- [TASK STATEMENT]:
Give the data again exactly, from its opening line through the line in which "count, randn, rng, vsOrt" appears.

Recorded data
-- -- --

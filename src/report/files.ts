// --report FILE: which format each report file gets. Writing happens in the output transaction
// (src/jobs/outputs.ts), with the model and its side file, so a report always belongs to the files beside it.
import { extname } from 'node:path';
import { PleatError } from '../errors.js';
import { FORMATS, type Format } from './format.js';

export interface ReportSpec { format: Format; file: string }

const BY_EXTENSION: Record<string, Format> = {
  '.json': 'json', '.xml': 'junit', '.md': 'markdown', '.markdown': 'markdown', '.txt': 'text', '.log': 'text', '.html': 'html', '.htm': 'html',
};

/** Parse `--report FILE` (format from the extension) or `--report FORMAT:FILE`; one file per format. */
export function parseReportSpecs(list: readonly string[]): ReportSpec[] {
  const out: ReportSpec[] = [];
  for (const text of list) {
    const colon = text.indexOf(':');
    // (any case: JSON:r.json is json, not a folder named 'JSON:r')
    const prefix = colon > 0 ? text.slice(0, colon).toLowerCase() : '';
    let spec: ReportSpec;
    if ((FORMATS as readonly string[]).includes(prefix)) {
      spec = { format: prefix as Format, file: text.slice(colon + 1) };
    } else {
      const format = BY_EXTENSION[extname(text).toLowerCase()];
      if (!format) {
        throw new PleatError('usage', `--report '${text}': cannot tell the format from the extension; use .json, .xml (junit), .md, .txt or .html, or write FORMAT:FILE (formats: ${FORMATS.join(', ')})`);
      }
      spec = { format, file: text };
    }
    if (spec.file === '') throw new PleatError('usage', `--report '${text}' names no file`);
    const twin = out.find((s) => s.format === spec.format);
    if (twin) throw new PleatError('usage', `--report: two files for the ${spec.format} format ('${twin.file}' and '${spec.file}'); give one file per format`);
    out.push(spec);
  }
  return out;
}
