// LRN and MeanVarianceNormalization. Outside check: onnxruntime-node (graph optimizations off) on seeded random
// shapes, window sizes and attributes.
import { describe, it } from 'vitest';
import { f } from '../helpers/build.js';
import { SEEDS, count, randn, rng, vsOrt } from './ort-compare.js';

describe('LRN (outside check: onnxruntime-node)', () => {
  // onnxruntime accepts odd sizes only; even sizes follow the same window formula (floor/ceil of (size-1)/2)
  it('odd sizes, default and random alpha/beta/bias', async () => {
    for (const seed of SEEDS) {
      const r = rng(seed);
      const dims = [1 + Math.floor(r() * 2), 1 + Math.floor(r() * 6), 1 + Math.floor(r() * 4), 1 + Math.floor(r() * 4)];
      const x = { name: 'x', dims, data: randn(r, count(dims), 3) };
      const size = 1 + 2 * Math.floor(r() * 3);
      await vsOrt('LRN', 13, [x], { size });
      await vsOrt('LRN', 1, [x], { size, alpha: f(0.01 + r() * 0.1), beta: f(0.5 + r()), bias: f(0.5 + r() * 2) });
    }
  });
});

describe('MeanVarianceNormalization (outside check: onnxruntime-node)', () => {
  it('default axes and random axis sets', async () => {
    for (const seed of SEEDS) {
      const r = rng(10 + seed);
      const dims = [1 + Math.floor(r() * 2), 1 + Math.floor(r() * 3), 1 + Math.floor(r() * 4), 2 + Math.floor(r() * 4)];
      const x = { name: 'x', dims, data: randn(r, count(dims), 2, 1) };
      await vsOrt('MeanVarianceNormalization', 13, [x]);
      const axes = [0, 1, 2, 3].filter(() => r() < 0.5);
      if (axes.length === 0) axes.push(3);
      await vsOrt('MeanVarianceNormalization', 9, [x], { axes }, undefined, 1e-5);
    }
  });
});
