// Activations against onnxruntime-node on seeded random shapes: every attribute form, Clip's attribute (<11)
// and input (>=11) forms, and PRelu's broadcast slope.
import { describe, it } from 'vitest';
import { f } from '../helpers/build.js';
import { SEEDS, T, bcastShape, count, randInt, randShape, randn, rng, vsOrt } from './ort-compare.js';

describe('activations (outside check: onnxruntime-node)', () => {
  const forms: Array<[string, number, Record<string, ReturnType<typeof f>>]> = [
    ['Relu', 14, {}],
    ['LeakyRelu', 16, {}],
    ['LeakyRelu', 7, { alpha: f(0.2) }],
    ['Elu', 7, {}],
    ['Elu', 7, { alpha: f(0.7) }],
    ['Selu', 7, {}],
    ['Selu', 7, { alpha: f(1.5), gamma: f(2.5) }],
    ['HardSigmoid', 7, {}],
    ['HardSigmoid', 7, { alpha: f(0.3), beta: f(0.4) }],
    ['HardSwish', 14, {}],
    ['Celu', 12, {}],
    ['Celu', 12, { alpha: f(0.5) }],
    ['ThresholdedRelu', 10, {}],
    ['ThresholdedRelu', 10, { alpha: f(0.3) }],
    ['Shrink', 9, {}],
    ['Shrink', 9, { lambd: f(1.5), bias: f(0.25) }],
    ['Softplus', 7, {}],
    ['Clip', 10, {}],
    ['Clip', 10, { min: f(-0.5), max: f(0.75) }],
    ['Clip', 10, { min: f(0.1) }],
  ];
  for (const [op, opset, attrs] of forms) {
    it(`${op}@${opset} ${JSON.stringify(attrs)}`, async () => {
      for (const seed of SEEDS) {
        const r = rng(seed);
        const dims = randShape(r);
        await vsOrt(op, opset, [{ name: 'x', dims, data: randn(r, count(dims), 4) }], attrs);
      }
    });
  }

  it('Clip input form (opset 11, 13): both bounds, one bound, none, min > max, int32', async () => {
    for (const seed of SEEDS) {
      const r = rng(seed);
      const dims = randShape(r, 1, 3);
      const x = { name: 'x', dims, data: randn(r, count(dims), 2) };
      const lo = { name: 'lo', dims: [], data: [-0.5 + r() * 0.2], init: true };
      const hi = { name: 'hi', dims: [], data: [0.5 + r() * 0.2], init: true };
      await vsOrt('Clip', 11, [x, lo, hi]);
      await vsOrt('Clip', 13, [x, { ...lo, name: '' }, hi]);
      await vsOrt('Clip', 13, [x, lo]);
      await vsOrt('Clip', 13, [x]);
      await vsOrt('Clip', 13, [x, hi, { ...lo, name: 'lo2' }]); // min > max: every element becomes max
      const xi = { name: 'x', dims, data: randInt(r, count(dims), -20, 20), type: T.INT32 };
      await vsOrt('Clip', 13, [xi, { name: 'lo', dims: [], data: [-5], type: T.INT32, init: true }, { name: 'hi', dims: [], data: [7], type: T.INT32, init: true }], {}, [{ name: 'y', type: T.INT32 }]);
    }
  });

  it('PRelu with a slope broadcast against the input (opsets 9 and 16)', async () => {
    for (const seed of SEEDS) {
      const r = rng(seed);
      const dims = randShape(r, 1, 4);
      const sd = bcastShape(r, dims);
      await vsOrt('PRelu', seed % 2 ? 9 : 16, [
        { name: 'x', dims, data: randn(r, count(dims)) },
        { name: 's', dims: sd, data: randn(r, count(sd), 0.5), init: seed % 3 === 0 },
      ]);
    }
  });
});
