// Cast and CastLike against onnxruntime-node: float to every integer type (truncation toward zero), to bool, to
// double, and through float16/bfloat16 (round to nearest even) and back.
import { describe, expect, it } from 'vitest';
import { Cast } from '../../src/eval/kernels/cast.js';
import type { Node } from '../../src/graph/ir.js';
import { GraphBuilder } from '../helpers/build.js';
import { runBoth } from './harness.js';
import { SEEDS, T, count, randInt, randShape, randn, rng, vsOrt } from './ort-compare.js';

describe('Cast (outside check: onnxruntime-node)', () => {
  it('float32 to int64/int32/int16/int8 truncates toward zero; to uint8 and bool; to double', async () => {
    for (const seed of SEEDS) {
      const r = rng(seed);
      const dims = randShape(r, 1, 3);
      const x = { name: 'x', dims, data: randn(r, count(dims), 40).map((v, i) => (i % 5 === 0 ? 0 : v)) };
      for (const to of [T.INT64, T.INT32, T.INT16, T.INT8, T.BOOL, T.DOUBLE]) await vsOrt('Cast', 13, [x], { to }, [{ name: 'y', type: to }]);
      await vsOrt('Cast', 13, [{ ...x, data: x.data.map(Math.abs) }], { to: T.UINT8 }, [{ name: 'y', type: T.UINT8 }]);
      const xi = { name: 'x', dims, data: randInt(r, count(dims), -300, 300), type: T.INT64 };
      for (const to of [T.FLOAT, T.INT32, T.INT8, T.BOOL]) await vsOrt('Cast', 13, [xi], { to }, [{ name: 'y', type: to }]);
      await vsOrt('CastLike', 15, [x, { name: 'like', dims: [1], data: [0], type: T.INT32, init: true }], {}, [{ name: 'y', type: T.INT32 }]);
    }
  });

  it('float32 -> float16/bfloat16 -> float32 rounds to nearest even like onnxruntime', async () => {
    for (const seed of SEEDS) {
      const r = rng(seed);
      const dims = randShape(r, 1, 3, 8);
      const data = randn(r, count(dims), 1000);
      for (const narrow of [T.FLOAT16, T.BFLOAT16]) {
        const g = new GraphBuilder();
        g.input('x', dims).output('y', undefined, T.FLOAT);
        const h = g.node('Cast', ['x'], { to: narrow });
        g.node('Cast', [h], { to: T.FLOAT }, { outputs: ['y'] });
        const res = await runBoth(g, [{ name: 'x', dims, data }], 13);
        expect(Array.from(res.f64.get('y')!.data)).toEqual(Array.from(res.ort.y!.data));
        expect(Array.from(res.f32.get('y')!.data)).toEqual(Array.from(res.ort.y!.data));
      }
    }
  });

  it('a cast to STRING stops with a one-line unsupported-op error naming node and opset', () => {
    const node: Node = {
      name: 'c9', opType: 'Cast', domain: '', inputs: ['x'], outputs: ['y'], docString: '', extra: [],
      attributes: [{ name: 'to', value: { type: 'INT', i: T.STRING }, docString: '', refAttrName: '', extra: [] }],
    };
    const x = { type: T.FLOAT, dims: [1], data: Float64Array.of(1) };
    expect(() => Cast.run([x], { node, opset: 13, precision: 'float64', runSubgraph: () => [] }))
      .toThrow(/^node 'c9': ai.onnx.Cast at opset 13: a cast from float32 to string is not supported by pleat's evaluator$/);
  });
});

-- -- --

- [FINISHED TASK]:
filename src/report/files.ts
// --report FILE: which format each report file gets. Writing happens in the output transaction
// (src/jobs/outputs.ts), with the model and its side file, so a report always belongs to the files beside it.
import { extname } from 'node:path';
import { PleatError } from '../errors.js';
import { FORMATS, type Format } from './format.js';

export interface ReportSpec { format: Format; file: string }

const BY_EXTENSION: Record<string, Format> = {
  '.json': 'json', '.xml': 'junit', '.md': 'markdown', '.markdown': 'markdown', '.txt': 'text', '.log': 'text', '.html': 'html', '.htm': 'html',
};

/** Parse `--report FILE` (format from the extension) or `--report FORMAT:FILE`; one file per format. */
export function parseReportSpecs(list: readonly string[]): ReportSpec[] {
  const out: ReportSpec[] = [];
  for (const text of list) {
    const colon = text.indexOf(':');
    // (any case: JSON:r.json is json, not a folder named 'JSON:r')
    const prefix = colon > 0 ? text.slice(0, colon).toLowerCase() : '';
    let spec: ReportSpec;
    if ((FORMATS as readonly string[]).includes(prefix)) {
      spec = { format: prefix as Format, file: text.slice(colon + 1) };
    } else {
      const format = BY_EXTENSION[extname(text).toLowerCase()];
      if (!format) {
        throw new PleatError('usage', `--report '${text}': cannot tell the format from the extension; use .json, .xml (junit), .md, .txt or .html, or write FORMAT:FILE (formats: ${FORMATS.join(', ')})`);
      }
      spec = { format, file: text };
    }
    if (spec.file === '') throw new PleatError('usage', `--report '${text}' names no file`);
    const twin = out.find((s) => s.format === spec.format);
    if (twin) throw new PleatError('usage', `--report: two files for the ${spec.format} format ('${twin.file}' and '${spec.file}'); give one file per format`);
    out.push(spec);
  }
  return out;
}
// LRN and MeanVarianceNormalization. Outside check: onnxruntime-node (graph optimizations off) on seeded random
// shapes, window sizes and attributes.
import { describe, it } from 'vitest';
import { f } from '../helpers/build.js';
import { SEEDS, count, randn, rng, vsOrt } from './ort-compare.js';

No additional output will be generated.